9. A folding table comprising:

a table top formed by an integral body of molded plastic material, said body have a first pair of spaced apart sockets formed in said body of material and which are situated at opposite sides of the underside thereof, said first pair of sockets having colinear horizontally directed first passages which define a first pivot axis that extends between said first sockets, and further having a second pair of spaced apart sockets formed in said body of material at opposite sides of said underside thereof, said second pair of sockets having colinear horizontally directed second passages which define a second pivot axis that extends between said second sockets and which is parallel to said first pivot axis,

a first pivotable leg assembly having a first pair of horizontal colinear pivot axle projections each of which extends into a separate one of said first passages, the combined distances that said first pair of axle projections extend into said first passages being equal to or less than the depth of at least one of said first passages,

a second pivotable leg assembly having a second pair of horizontal colinear pivot axle projections each of which extends into a separate one of said second passages, the combined distances that said second pair of pivot axle projections extend into said second passages being equal to or less than the depth of at least one of said second passages, and

means for preventing axial movement of said pivot axle projections along said passages after insertion of said pivot axle projections into said sockets.

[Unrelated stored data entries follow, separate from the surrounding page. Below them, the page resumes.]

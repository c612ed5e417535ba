import { type ReactNode, useEffect, useRef, useState } from "react";

/** A table that scrolls sideways where it must: then, and only then, it can be reached and moved by keys. */
export function TableScroll({ label, children }: { label: string; children: ReactNode }) {
  const box = useRef<HTMLElement>(null);
  const [wide, setWide] = useState(false);
  useEffect(() => {
    const element = box.current;
    if (!element || typeof ResizeObserver === "undefined") return;
    const observer = new ResizeObserver(() => setWide(element.scrollWidth > element.clientWidth + 1));
    observer.observe(element);
    return () => observer.disconnect();
  }, []);
  return (
    <section className="table-scroll" aria-label={label} ref={box} {...(wide ? { tabIndex: 0 } : {})}>
      {children}
    </section>
  );
}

10. The folding table of claim 9 wherein said passages formed in said body of material have an inside diameter that exceeds the outside diameter of said pivot axle projections, further including a plurality of cylindrical bushings each being disposed in a separate one of said passages in coaxial relationship with the pivot axle projection that extends therein, and wherein said means for preventing axial movement also prevents axial movement of said bushings.

11. In a method of fabricating a folding table, the steps comprising:

molding an integral table top from plastic material including forming a first pair of spaced apart sockets on the underside of the table top which have horizontal colinear passages and forming a second pair of spaced apart socket on the underside of the table top which also have horizontal colinear passages that are parallel to said passages of said first sockets,

forming first and second leg assemblies including providing each such leg assembly with a pair of spaced apart horizontal colinear pivot axle projections that have a smaller diameter than said passages,

coupling said first leg assembly to said first pair of sockets and coupling said second leg assembly to said second pair of sockets by the further steps of

disposing a cylindrical bushing on each of the pivot axle projections of the leg assembly in encircling relationship with the pivot axle projection,

inserting one of the pivot axle projections of the leg assembly into the passage of one of the pair of sockets and then partially withdrawing the one pivot axle projection from that passage while guiding the other pivot axle projection of the leg assembly into the passage of the other of the pair of sockets,

sliding said bushings along said pivot axle projections into the socket passages, and

preventing further axial movement of said pivot axle projections and said bushings relative to said passages.